> **Problem description**
Of the material below, the lines to be retyped are those from the line containing "side, y: field.y" through the line containing "const columns = columnsOf(patch, field, down.shift_mm, full)", inclusive; reproduce them exactly.

> **Information provided**

◇ ◇ ◇ ◇ ◇ ◇ ◇

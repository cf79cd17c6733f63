import { Command } from '@nestjs/cqrs';
import type { InvitationView, NewAccount } from '../../contract/people.js';

/** Gives somebody an account, which the link that is answered opens once. */
export class InvitePerson extends Command<InvitationView> {
  constructor(
    readonly personId: string,
    readonly account: NewAccount,
  ) {
    super();
  }
}
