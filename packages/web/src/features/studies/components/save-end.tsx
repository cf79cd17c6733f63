import { Button, makeStyles } from '@fluentui/react-components';
import type { Effect } from '../model/effects';
import { EffectsTable } from './effects-table';

const useStyles = makeStyles({
  actions: { display: 'flex', flexWrap: 'wrap', gap: '8px' },
});

interface SaveEndProps {
  verb: string;
  currency: string;
  kept: { changed: boolean; busy: boolean; discard: () => void };
  /** What the change as typed would do; undefined while it cannot be told. */
  effects: readonly Effect[] | undefined;
  /** What the change that was stored last did. */
  saved: readonly Effect[] | undefined;
}

/** The end of a form that moves every option: what it does to them, and the way to store or drop it. */
export function SaveEnd({ verb, currency, kept, effects, saved }: SaveEndProps) {
  const styles = useStyles();
  const { changed, busy, discard } = kept;
  return (
    <>
      {changed && effects && (
        <EffectsTable
          label="Options before and after the change, not saved"
          effects={effects}
          currency={currency}
        />
      )}
      {!changed && saved && (
        <EffectsTable label="Options before and after the change" effects={saved} currency={currency} saved />
      )}
      <div className={styles.actions}>
        <Button type="submit" appearance="primary" disabledFocusable={!changed || busy}>
          {verb}
        </Button>
        {changed && <Button onClick={discard}>Discard my changes</Button>}
      </div>
    </>
  );
}
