import { Command } from '@nestjs/cqrs';
import type { InvitationView } from '../../contract/people.js';

/** Makes another one-time link for somebody who has an account; the one before opens nothing any more. */
export class RenewLink extends Command<InvitationView> {
  constructor(
    readonly personId: string,
    readonly accountId: string,
  ) {
    super();
  }
}
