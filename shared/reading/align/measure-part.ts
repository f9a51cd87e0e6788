/** Where a comb's printed lines really are: measured on profiles that writing hardly disturbs. */
import type { FieldMap } from '../geometry/page-map.ts'
import type { FieldPart } from './field-lines.ts'
import { matchLevel } from './level-match.ts'
import { matchLines, type Profile, support } from './lines.ts'
import { lineProfile, type Patch, type Picture, samplePatch } from './patch.ts'

export interface PartFit {
  /** Measured minus expected under the map it was measured with, mm. */
  dx: number
  dy: number
  /** Mean vote of the lines, -0.5 to 1. */
  supportX: number
  supportY: number
  /** Support less that of the same comb one box to the side: low where the place is not certain. */
  ahead: number
  /** How far single lines are from the fit, mm. */
  spread_mm: number
  /** Wider and leaning beside the map it was measured with. */
  stretch: number
  lean: number
  growth: number
}

/** Frames are the palest lines: whatever is darker counts no more than a little above them. */
const CLIP = 0.42
/** A line counts where it is dark over this share of its length; writing rarely is. */
const SHARE = 0.62
/** Kept off the corners of a box, where lines cross. */
const INSET_MM = 0.75
/** A part may stand this far from where the whole field says, mm. */
const PART_REACH_MM = 0.7
const PART_LEVEL_REACH_MM = 0.35

/** A little finer than the picture's own pixels (thin frames may not fall between samples), and never coarser than this, mm. */
const COARSEST_MM = 0.2
export const stepFor = (px_per_mm: number): number => Math.min(COARSEST_MM, 1.15 / px_per_mm)

/** The patch of a whole field with room for the search. */
export function fieldPatch(picture: Picture, map: FieldMap, field: FieldPart['field'], reach_mm: number, step_mm: number): Patch {
  const side = reach_mm + 1.6
  const above = reach_mm + 1.9
  const area = { x: field.x - side, y: field.y - above, width: field.width + 2 * side, height: field.height + 2 * above }
  return samplePatch(picture, map, area, step_mm)
}

/** Darkness by column, over the rows inside the boxes once they are shifted by `down`. */
function columnsOf(patch: Patch, field: FieldPart['field'], down: number, full: number): Profile {
  const values = lineProfile(patch, 'columns', field.y + down + INSET_MM, field.y + down + field.height - INSET_MM, SHARE, CLIP)
  return { values, start_mm: patch.x, step_mm: patch.step_mm, full }
}

/**
 * Measures the parts of one comb on one patch: first the whole comb, which fixes which box is which, then each part within a
 * little of it. `full`: contrast of a frame in this picture.
 */
export function measureParts(patch: Patch, parts: readonly FieldPart[], reach_mm: number, full: number): PartFit[] {
  const first = parts[0]
  if (!first) return []
  const { field, pitch_mm } = first
  const rough = matchLines(columnsOf(patch, field, 0, full), first.whole, reach_mm)
  const down = matchLevel(patch, parts, rough.shift_mm, reach_mm, full)
  const columns = columnsOf(patch, field, down.shift_mm, full)
  const whole = matchLines(columns, first.whole, reach_mm)
  const along = whole.shift_mm
  const beside =
    pitch_mm === null
      ? 0
      : Math.max(...[-pitch_mm, pitch_mm].map((to) => support(columns, first.whole, along + to, whole.stretch)))
  const ahead = whole.support - beside
  const { lean, growth } = down
  if (parts.length === 1) {
    const spread_mm = Math.max(whole.spread_mm, down.spread_mm)
    const { support: supportX, stretch } = whole
    return [{ dx: along, dy: down.shift_mm, supportX, supportY: down.support, ahead, spread_mm, stretch, lean, growth }]
  }
  const near = Math.min(PART_REACH_MM, reach_mm)
  const middle = field.x + field.width / 2
  return parts.map((part) => {
    const own = (part.boxes[0]!.x + part.boxes.at(-1)!.x + part.boxes.at(-1)!.width) / 2 - middle
    const x = matchLines(columns, part.upright, near, along + whole.stretch * own, stretchesAbout(whole.stretch))
    const around = { shift_mm: down.shift_mm + lean * own, lean, growth }
    const y = matchLevel(patch, [part], x.shift_mm, PART_LEVEL_REACH_MM, full, around, [0])
    return {
      dx: x.shift_mm,
      dy: y.shift_mm,
      supportX: x.support,
      supportY: y.support,
      ahead,
      spread_mm: Math.max(x.spread_mm, y.spread_mm),
      stretch: x.stretch,
      lean,
      growth,
    }
  })
}

const stretchesAbout = (stretch: number) => [stretch, stretch - 0.02, stretch + 0.02]
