/** The marks that are drawn for the reader: corner codes and the squares between them. */
import type { Layout } from '../../layouts/layout.ts'
import type { BlackMark } from '../cells/black-level.ts'
import { type Homography, invert, type Pair, project } from '../geometry/homography.ts'
import { ResidualField } from '../geometry/residual-field.ts'
import { type Mark, nearest } from './marks.ts'
import { measureSquare } from './measure-square.ts'
import type { Picture } from './patch.ts'

const CODE_WEIGHT = 0.6
/** How far from its neighbours' word a square is looked for, mm: more, the farther they are. */
const squareReach = (distance_mm: number) => Math.min(7, 1.2 + 0.075 * distance_mm)

export function codeMarks(pairs: readonly Pair[], homography: Homography): Mark[] {
  const back = invert(homography)
  return pairs.map(({ from, to }) => {
    const at = project(back, to.x, to.y)
    return { key: 'code', x: from.x, y: from.y, dx: at.x - from.x, dy: at.y - from.y, weight: CODE_WEIGHT }
  })
}

export interface PlacedSquares {
  marks: Mark[]
  edges_mm: number[]
  blacks: BlackMark[]
}

/** Squares, nearest to what is known first. */
export function placeSquares(picture: Picture, layout: Layout, homography: Homography, known: readonly Mark[]): PlacedSquares {
  const all = [...known]
  const field = new ResidualField(known)
  const found: PlacedSquares = { marks: [], edges_mm: [], blacks: [] }
  const waiting = layout.squares.map((s) => ({ ...s, cx: s.x + s.size / 2, cy: s.y + s.size / 2 }))
  while (waiting.length > 0) {
    waiting.sort((a, b) => nearest(all, { x: a.cx, y: a.cy }) - nearest(all, { x: b.cx, y: b.cy }))
    const square = waiting.shift()!
    const center = { x: square.cx, y: square.cy }
    const displacement = field.at(center)
    const fit = measureSquare(picture, { homography, center, displacement }, square, squareReach(nearest(all, center)))
    if (!fit) continue
    const at = { dx: displacement.dx + fit.dx, dy: displacement.dy + fit.dy, weight: 1 }
    const mark = { key: 'square', ...center, ...at }
    all.push(mark)
    field.add(mark)
    found.marks.push(mark)
    found.edges_mm.push(fit.edge_mm)
    found.blacks.push({ ...center, darkness: fit.inside })
  }
  return found
}
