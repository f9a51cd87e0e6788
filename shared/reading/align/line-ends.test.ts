import { expect, test } from 'vitest'
import { agreeing, type LineEnd } from './line-ends.ts'

const end = (x: number, off_mm: number): LineEnd => ({
  mark: { key: 'end', x, y: 287, dx: 2 + off_mm, dy: 0, weight: 1 },
  off_mm,
})
const kept = (...ends: LineEnd[]) => agreeing(ends).map(({ x }) => x)

test('the tail of a signature is refused where the ends beside it agree on another place', () => {
  expect(kept(end(31, 0.1), end(66, 0), end(69, -1.2), end(104, 0.1))).toEqual([31, 66, 104])
})

test('ends that are off together are believed: the page bends there', () => {
  expect(kept(end(31, 0.9), end(66, 1.1), end(69, 1), end(104, 1.2))).toEqual([31, 66, 69, 104])
})

test('an end with no others to ask is believed only near where the fields around put it', () => {
  expect(kept(end(31, 0.3))).toEqual([31])
  expect(kept(end(31, 0.9), end(66, -0.2))).toEqual([66])
})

◇ ◇ ◇ ◇ ◇ ◇ ◇

> **Answer space**
  const area = { x: field.x - side, y: field.y - above, width: field.width + 2 * side, height: field.height + 2 * above }
  return samplePatch(picture, map, area, step_mm)
}

/** Darkness by column, over the rows inside the boxes once they are shifted by `down`. */
function columnsOf(patch: Patch, field: FieldPart['field'], down: number, full: number): Profile {
  const values = lineProfile(patch, 'columns', field.y + down + INSET_MM, field.y + down + field.height - INSET_MM, SHARE, CLIP)
  return { values, start_mm: patch.x, step_mm: patch.step_mm, full }
}

/**
 * Measures the parts of one comb on one patch: first the whole comb, which fixes which box is which, then each part within a
 * little of it. `full`: contrast of a frame in this picture.
 */
export function measureParts(patch: Patch, parts: readonly FieldPart[], reach_mm: number, full: number): PartFit[] {
  const first = parts[0]
  if (!first) return []
  const { field, pitch_mm } = first
  const rough = matchLines(columnsOf(patch, field, 0, full), first.whole, reach_mm)
  const down = matchLevel(patch, parts, rough.shift_mm, reach_mm, full)
  const columns = columnsOf(patch, field, down.shift_mm, full)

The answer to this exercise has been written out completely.